The majority admits as much by holding that the relevant nexus is between the injury and “flood control,” not flood waters. The majority rejects the suggestion that its holding is overly broad, i.e., that a broad reading conceivably could extend governmental immunity to traffic mishaps or tree-trimming mistakes related to the “management of a flood control project.” See Fryman v. United States, 901 F.2d 79, 81 (7th Cir.), cert. denied, 498 U.S. 920, 111 S.Ct. 295, 112 L.Ed.2d 249 (1990). Instead, the majority *87claims that “the present case is safely removed from that realm. Here, we cannot say that Boudreaus’s injury has ‘nothing to do with management of flood waters.’ ”'
The word “management” appears nowhere in the relevant provision of § 702c, however. It is gleaned from the following passage in James:
[Plaintiffs] also argue, in the alternative, that even if 702c is intended to grant immunity in connection with flood control projects, the Federal Government is not entitled to immunity here because their injuries arose from Government employees’ alleged mismanagement of recreational activities wholly unrelated to flood control. In support of this argument they point to a “fundamental principle of immunity” that the “sphere or protected activity must be narrowly limited by the purpose for which the immunity was granted.” We think, however, that the manner in which to convey warnings, including the negligent failure to do so, is ‘part of the “management” of a flood control project. And as noted in n. 7, supra, the Court of Appeals found that the release of waters at the [accident sites] was clearly related to flood control.

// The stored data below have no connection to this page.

impl Estimator {
    /// Takes the measurements that concern this topology and lays the unknowns out.
    pub fn prepare(&mut self, corridor: &Corridor, meters: &Meters, wiring: &Wiring, z: &[f64], w: &[f64]) {
        let buses = corridor.buses.len();
        self.z.clear();
        self.z.extend_from_slice(z);
        self.w.clear();
        self.w.resize(w.len(), 0.0);
        self.assumed.clear();
        self.assumed.resize(w.len(), 0.0);
        for wire in &wiring.wires {
            for meter in wire.meters {
                self.w[meter] = w[meter];
            }
        }
        let mut angles = [0, 0];
        for bus in 0..buses {
            let Some(side) = wiring.side[bus] else { continue };
            self.w[Meters::kv(bus)] = w[Meters::kv(bus)];
            angles[side] += usize::from(w[Meters::deg(bus)] > 0.0);
            if bus > TO {
                let configured = corridor.buses[bus].load.map_or([0.0; 2], |load| [load.mw, load.mvar]);
                for (meter, power) in Meters::load(bus).into_iter().zip(configured) {
                    self.w[meter] = w[meter];
                    if w[meter] == 0.0 {
                        self.w[meter] = meters.assumed_weight(meter);
                        self.z[meter] = 0.0;
                        self.assumed[meter] = power;
                    }
                }
            }
        }
        let angles_used = angles[FROM] + angles[TO] >= 2;
        self.angle_known = wiring.joined() || (angles[FROM] > 0 && angles[TO] > 0);
        self.unknowns = 0;
        let mut next = |wanted: bool| {
            let index = self.unknowns;
            self.unknowns += usize::from(wanted);
            if wanted { index } else { usize::MAX }
        };
        self.v_at.clear();
        self.angle_at.clear();
        for bus in 0..buses {
            let live = wiring.live(bus);
            self.v_at.push(next(live));
            self.angle_at.push(next(live && bus != TO && (bus != FROM || self.angle_known)));
            if live && angles_used {
                self.w[Meters::deg(bus)] = w[Meters::deg(bus)];
            }
        }
        self.offset_at = next(angles_used);
        let fixed = self.unknowns;
        for at in self.v_at.iter_mut().chain(&mut self.angle_at).chain([&mut self.offset_at]) {
            *at = fixed.min(*at);
        }
    }

    /// Measurements in use.
    pub fn count(&self) -> usize {
        self.w.iter().filter(|w| **w > 0.0).count()
    }

    /// A start near the state even if some measurements are far off: measured voltages where they are possible, and angles
    /// from bus to bus as the middle one of what the MW readings say.
    pub fn start(&mut self, wiring: &Wiring) {
        let buses = wiring.side.len();
        self.v.clear();
        self.v.extend((0..buses).map(|bus| {
            let kv = Meters::kv(bus);
            if self.w[kv] > 0.0 && (0.5..1.5).contains(&self.z[kv]) { self.z[kv] } else { 1.0 }
        }));
        self.angle.clear();
        self.angle.resize(buses, f64::NAN);
        self.angle[TO] = 0.0;
        if !wiring.joined() {
            self.angle[FROM] = 0.0;
        }
        for _ in 0..buses {
            for bus in 0..buses {
                if wiring.live(bus) && self.angle[bus].is_nan() {
                    self.angle[bus] = self.guess_angle(wiring, bus).unwrap_or(f64::NAN);
                }
            }
        }
        let reference = (0..buses).find(|bus| self.w[Meters::deg(*bus)] > 0.0);
        self.offset = reference.map_or(0.0, |bus| self.z[Meters::deg(bus)] - self.angle[bus]);
    }

    /// The middle of what the circuits to buses of known angle say; `None` without such a circuit.
    fn guess_angle(&mut self, wiring: &Wiring, bus: BusIndex) -> Option<f64> {
        self.guesses.clear();
        let mut neighbour = None;
        for wire in &wiring.wires {
            let [first, second] = wire.buses;
            let (known, sign) = if first == bus { (self.angle[second], 1.0) } else { (self.angle[first], -1.0) };
            if (first != bus && second != bus) || known.is_nan() {
                continue;
            }
            neighbour = Some(known);
            let v = wire.buses.map(|bus| self.v[bus]);
            for (end, mw) in [(End::From, wire.meters[0]), (End::To, wire.meters[2])] {
                if self.w[mw] > 0.0 {
                    self.guesses.push(known + sign * wire.angle_by_mw(end, self.z[mw], v));
                }
            }
        }
        self.guesses.sort_unstable_by(f64::total_cmp);
        let count = self.guesses.len();
        if count == 0 {
            return neighbour;
        }
        let [low, high] = [self.guesses[(count - 1) / 2], self.guesses[count / 2]];
        Some(if high.abs() < low.abs() { high } else { low })
    }

    /// Iterates from where the unknowns stand to the least sum of squares and returns it. With a `bend`, residuals beyond it
    /// (in standard deviations) count only linearly.
    pub fn iterate(&mut self, wiring: &Wiring, bend: f64) -> Result<f64, Failure> {
        let settled = if bend.is_finite() { SETTLED_ROBUST } else { SETTLED };
        let (mut before, mut previous, mut halvings) = (f64::INFINITY, 0.0, 0);
        for _ in 0..ITERATIONS {
            let sum = self.assemble(wiring, bend);
            if !sum.is_finite() || sum > before * (1.0 + 1e-9) + 1e-9 {
                halvings += 1;
                if halvings > HALVINGS || before.is_infinite() {
                    return Err(Failure::Restless);
                }
                self.step.iter_mut().for_each(|s| *s *= 0.5);
                self.walk(-1.0);
                continue;
            }
            before = sum;
            self.gain.factor()?;
            self.gain.solve(&mut self.step);
            let mut size: f64 = self.step.iter().map(|s| s.abs()).sum();
            if size > LONGEST_STEP {
                self.step.iter_mut().for_each(|s| *s *= LONGEST_STEP / size);
                size = LONGEST_STEP;
            }
            self.walk(1.0);
            if size * (size / previous).min(1.0) < settled {
                let gained: f64 = self.step.iter().zip(&self.gain.b).map(|(s, b)| s * b).sum();
                let possible = self.v.iter().all(|v| POSSIBLE.contains(v));
                return if possible { Ok((sum - gained).max(0.0)) } else { Err(Failure::Restless) };
            }
            previous = size;
        }
        Err(Failure::Restless)
    }

    fn walk(&mut self, share: f64) {
        for (v, at) in self.v.iter_mut().zip(&self.v_at).chain(self.angle.iter_mut().zip(&self.angle_at)) {
            *v += share * self.step[*at];
        }
        self.offset += share * self.step[self.offset_at];
    }

    /// The normal equations where the unknowns stand; returns the sum of squares there.
    fn assemble(&mut self, wiring: &Wiring, bend: f64) -> f64 {
        let mut loss = Loss { bend, sum: 0.0 };
        self.gain.clear(self.unknowns);
        self.flows.clear();
        for wire in &wiring.wires {
            let [a, b] = wire.buses;
            let flow = wire.flow([self.v[a], self.v[b]], self.angle[a] - self.angle[b]);
            // First over the two voltages and the angle across, then spread to the unknowns.
            let (mut square, mut side) = ([[0.0; 3]; 3], [0.0; 3]);
            for k in 0..4 {
                let w = self.w[wire.meters[k]];
                let residual = w * (self.z[wire.meters[k]] - flow.s[k]);
                let factor = loss.take(residual);
                let row = flow.d[k].map(|d| factor * w * d);
                for i in 0..3 {
                    side[i] += row[i] * factor * residual;
                    for j in 0..=i {
                        square[i][j] += row[i] * row[j];
                    }
                }
            }
            let at = [
                (self.v_at[a], 0, 1.0),
                (self.v_at[b], 1, 1.0),
                (self.angle_at[a], 2, 1.0),
                (self.angle_at[b], 2, -1.0),
            ];
            for (n, (i, k, sign)) in at.into_iter().enumerate() {
                self.gain.b[i] += sign * side[k];
                for &(j, l, other) in &at[..=n] {
                    self.gain.add(i, j, sign * other * square[k.max(l)][k.min(l)]);
                }
            }
            self.flows.push(flow);
        }
        for bus in (0..wiring.side.len()).filter(|bus| wiring.live(*bus)) {
            let kv = Meters::kv(bus);
            let w = self.w[kv];
            let residual = w * (self.z[kv] - self.v[bus]);
            let factor = loss.take(residual);
            self.gain.b[self.v_at[bus]] += factor * factor * w * residual;
            self.gain.add(self.v_at[bus], self.v_at[bus], (factor * w).powi(2));
            for meter in kv + 1..kv + 4 {
                if self.w[meter] > 0.0 {
                    let mut row = std::mem::take(&mut self.row);
                    let residual = self.row_of(wiring, meter, &mut row);
                    let factor = loss.take(residual);
                    row.iter_mut().for_each(|a| *a *= factor);
                    self.gain.add_row(&row, factor * residual);
                    self.row = row;
                }
            }
        }
        loss.sum
    }

    /// Weighted derivatives of a measurement by the unknowns; returns its weighted residual. Flows must be up to date.
    fn row_of(&self, wiring: &Wiring, meter: Meter, row: &mut Vec<f64>) -> f64 {
        row.clear();
        row.resize(self.unknowns + 1, 0.0);
        let w = self.w[meter];
        let mut add = |at: usize, derivative: f64| row[at] += w * derivative;
        let (bus, kind) = (meter / 4, meter % 4);
        let mut value = 0.0;
        let mut add_flow = |value: &mut f64, k: usize, index: usize, sign: f64| {
            let (flow, [a, b]) = (&self.flows[index], wiring.wires[index].buses);
            *value += sign * flow.s[k];
            let [by_a, by_b, by_angle] = flow.d[k].map(|d| sign * d);
            add(self.v_at[a], by_a);
            add(self.v_at[b], by_b);
            add(self.angle_at[a], by_angle);
            add(self.angle_at[b], -by_angle);
        };
        if bus >= wiring.side.len() {
            if let Some(index) = wiring.wires.iter().position(|wire| wire.meters[kind] == meter) {
                add_flow(&mut value, kind, index, 1.0);
            }
        } else if kind == 0 {
            value = self.v[bus];
            add(self.v_at[bus], 1.0);
        } else if kind == 1 {
            value = self.angle[bus] + self.offset;
            add(self.angle_at[bus], 1.0);
            add(self.offset_at, 1.0);
        } else {
            for (index, wire) in wiring.wires.iter().enumerate() {
                for end in (0..2).filter(|end| wire.buses[*end] == bus) {
                    add_flow(&mut value, 2 * end + kind - 2, index, -1.0);
                }
            }
            value -= self.assumed[meter] * self.v[bus].powi(2);
            add(self.v_at[bus], -2.0 * self.assumed[meter] * self.v[bus]);
        }
        row[self.unknowns] = 0.0;
        let residual = self.z[meter] - value;
        w * if kind == 1 && bus < wiring.side.len() { wrapped(residual) } else { residual }
    }

    /// Whether MW and angle channels alone fix the angles: Mvar cannot tell which way power goes.
    pub fn angles_fixed(&mut self, wiring: &Wiring) -> bool {
        if wiring.wires.iter().all(|wire| self.w[wire.meters[0]] + self.w[wire.meters[2]] > 0.0) {
            return true;
        }
        self.assemble(wiring, f64::INFINITY);
        self.gain.clear(self.unknowns);
        let mut row = std::mem::take(&mut self.row);
        for meter in (0..self.w.len()).filter(|meter| self.w[*meter] > 0.0) {
            let active = if meter / 4 < wiring.side.len() { matches!(meter % 4, 1 | 2) } else { meter % 2 == 0 };
            if active {
                let residual = self.row_of(wiring, meter, &mut row);
                self.v_at.iter().for_each(|at| row[*at] = 0.0);
                self.gain.add_row(&row, residual);
            }
        }
        self.row = row;
        for &at in &self.v_at {
            self.gain.add(at, at, f64::MAX.sqrt());
        }
        self.gain.factor().is_ok()
    }

    /// The measurement with the largest normalised residual |r|/√Ω (Abur & Expósito 2004, §5.7), where the equations are made
    /// linear at a robust estimate, which a gross error does not drag along. Critical measurements (Ω = 0) say nothing.
    pub fn worst(&mut self, wiring: &Wiring) -> Option<Meter> {
        const BEND: f64 = 3.0;
        const CRITICAL: f64 = 1e-5;
        self.start(wiring);
        // Wherever it ends is nearer than where it started.
        let _ = self.iterate(wiring, BEND);
        self.assemble(wiring, f64::INFINITY);
        self.gain.factor().ok()?;
        self.gain.solve(&mut self.step);
        let mut row = std::mem::take(&mut self.row);
        let mut worst = None;
        let mut largest = 0.0;
        for meter in (0..self.w.len()).filter(|meter| self.w[*meter] > 0.0) {
            let before = self.row_of(wiring, meter, &mut row);
            let residual = before - row.iter().zip(&self.step).map(|(h, s)| h * s).sum::<f64>();
            self.gain.forward(&mut row);
            let omega = 1.0 - row[..self.unknowns].iter().map(|y| y * y).sum::<f64>();
            let normalised = residual.abs() / omega.sqrt();
            if omega > CRITICAL && normalised > largest * (1.0 + 1e-9) {
                (worst, largest) = (Some(meter), normalised);
            }
        }
        self.row = row;
        worst
    }

    /// Fitted voltage of a bus, kV.
    pub fn voltage(&self, corridor: &Corridor, bus: BusIndex) -> C64 {
        C64::from_polar(self.v[bus] * corridor.buses[bus].nominal_kv, self.angle[bus])
    }
}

Id. at 609-10,106 S.Ct. at 3123-24 (emphasis added). Neither this passage nor the facts of James support the conclusion that a nexus between the damage and flooding has been jettisoned.
The litigation in James was the result of the consolidation of two separate accident cases. In both eases the accidents occurred in the reservoirs of federal flood control projects. In both, recreational users were swept through retaining structures and either drowned or injured when the structures were opened to release water to control flooding. Id. at 599-602, 106 S.Ct. at 3118-20. There is no doubt that the injuries were caused by flood waters.2
Despite its denial, under the majority’s reading of the “management” language from James, a negligent failure to warn a motorist of a road hazard, resulting in an accident within the confines of a recreational area that is part of a flood control project, would give rise to immunity under the Flood Control Act, because such a “failure to do so [] is part of the ‘management’ of a flood control project.”
This passage from James must be construed in light of the facts of James and the plain language of § 702c. The predicate of the Court’s language was injuries plainly caused by flood waters. This threshold is simply not met in the instant case. As indicated above, the Supreme Court acknowledged that the language of § 702c is broad; it did not indicate, however, that the provision should be read as “any damage related to the management of a federal flood control project.” Accordingly, because the alleged damages in this case were not caused by flooding, I respectfully dissent.

. I realize that this point may be part and parcel of the causation analysis or vice versa. See Den-*87ham, 646 F.Supp. at 1026. I concentrate on the causation point specifically, for emphasis.

. As the majority indicates, the accident in this circuit's case, Mocklin v. Orleans Levee Dist., 877 F.2d 427 (5th Cir.1989), was the drowning of the son of the plaintiffs.